import { SymbolText } from "./SymbolText.tsx";
import { symbolParts } from "./symbolParts.ts";

/** Plain text of the core with its symbols set as such: italic, indices lowered, powers raised. */
export function RichText({ text }: { text: string }) {
  const parts = symbolParts(text);
  if (parts.length === 1 && parts[0].kind === "text") return text;
  return parts.map((part, i) => {
    if (part.kind === "text") return part.text;
    return part.kind === "symbol" ? (
      // biome-ignore lint/suspicious/noArrayIndexKey: parts have no identity but their place
      <SymbolText runs={part.runs} key={i} />
    ) : (
      // biome-ignore lint/suspicious/noArrayIndexKey: parts have no identity but their place
      <sup key={i}>{part.text}</sup>
    );
  });
}
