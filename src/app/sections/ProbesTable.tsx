import { labelOf } from "../../core/catalogue.ts";
import type { ProbeReading } from "../../core/probeReading.ts";
import type { StationResult } from "../../core/stationResult.ts";
import { unitOf } from "../../core/unitText.ts";
import { formatPosition, withUnit } from "../../figures/formatNumber.ts";
import type { CaseView } from "../session/caseView.ts";
import { CaseMark } from "./CaseMark.tsx";
import { Definition } from "./Definition.tsx";
import { QuantityCells } from "./QuantityText.tsx";
import { SymbolText } from "./SymbolText.tsx";
import { TableScroll } from "./TableScroll.tsx";
import { UnitText } from "./UnitText.tsx";

/** A probe with the station and the case it belongs to. */
export interface FoundProbe {
  readonly view: CaseView;
  readonly station: StationResult;
  readonly probe: ProbeReading;
}

/** Every probe of stations that have several. */
export function probesOf(cases: readonly CaseView[]): FoundProbe[] {
  return cases.flatMap((view) =>
    view.stations.flatMap((station) => (station.probes ?? []).map((probe) => ({ view, station, probe }))),
  );
}

/** Probes at one x, each about its own mean: those that agree are averaged, the others stand apart. */
export function ProbesTable({ probes }: { probes: readonly FoundProbe[] }) {
  if (probes.length === 0) return null;
  const { units } = probes[0].view;
  const speed = unitOf("L/T", units);
  return (
    <TableScroll label="Probes at one position">
      <table className="data dense">
        <thead>
          <tr>
            <th scope="col">Probe</th>
            <th scope="col">
              <i className="sym">y</i>, <i className="sym">z</i>
              {units === "SI" && ` (${unitOf("L", units)})`}
            </th>
            {["U", "u_rms"].map((key) => (
              <th scope="colgroup" colSpan={2} key={key}>
                <Definition of={key}>
                  <SymbolText runs={labelOf(key).symbol} />
                  {speed !== "" && (
                    <>
                      {" "}
                      (<UnitText unit={speed} />)
                    </>
                  )}
                </Definition>
              </th>
            ))}
            <th scope="col">Against the others</th>
          </tr>
        </thead>
        <tbody>
          {probes.map((found, i) => (
            // biome-ignore lint/suspicious/noArrayIndexKey: probes of one file at one x have no name of their own
            <ProbeRow found={found} key={i} />
          ))}
        </tbody>
      </table>
    </TableScroll>
  );
}

function ProbeRow({ found: { view, station, probe } }: { found: FoundProbe }) {
  const at = { kind: "station", view, station } as const;
  const x = withUnit(formatPosition(station.x), unitOf(view.along === "t" ? "T" : "L", view.units));
  return (
    <tr>
      <td>
        <CaseMark mark={view.mark} /> {x}, <span className="well">{probe.file}</span>
      </td>
      <td>{[probe.y, probe.z].map((one) => (one === null ? "–" : formatPosition(one))).join(", ")}</td>
      <QuantityCells quantity={probe.U} label="U" units={view.units} at={at} />
      <QuantityCells quantity={probe.u_rms} label="u_rms" units={view.units} at={at} />
      <td>{verdictOf(probe)}</td>
    </tr>
  );
}

function verdictOf({ agrees, departs }: ProbeReading) {
  if (agrees === null) return "not tested: no errors";
  if (agrees) return "agrees";
  return (
    <>
      differs in{" "}
      {departs.map((name, i) => (
        <span key={name}>
          {i > 0 && " and "}
          <SymbolText runs={labelOf(name).symbol} />
        </span>
      ))}
    </>
  );
}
· · ·
■ Work item: Your answer should consist of the count of lines in the listing that hold the word "FoundProbe", with nothing else.

■ Exercise solution: 4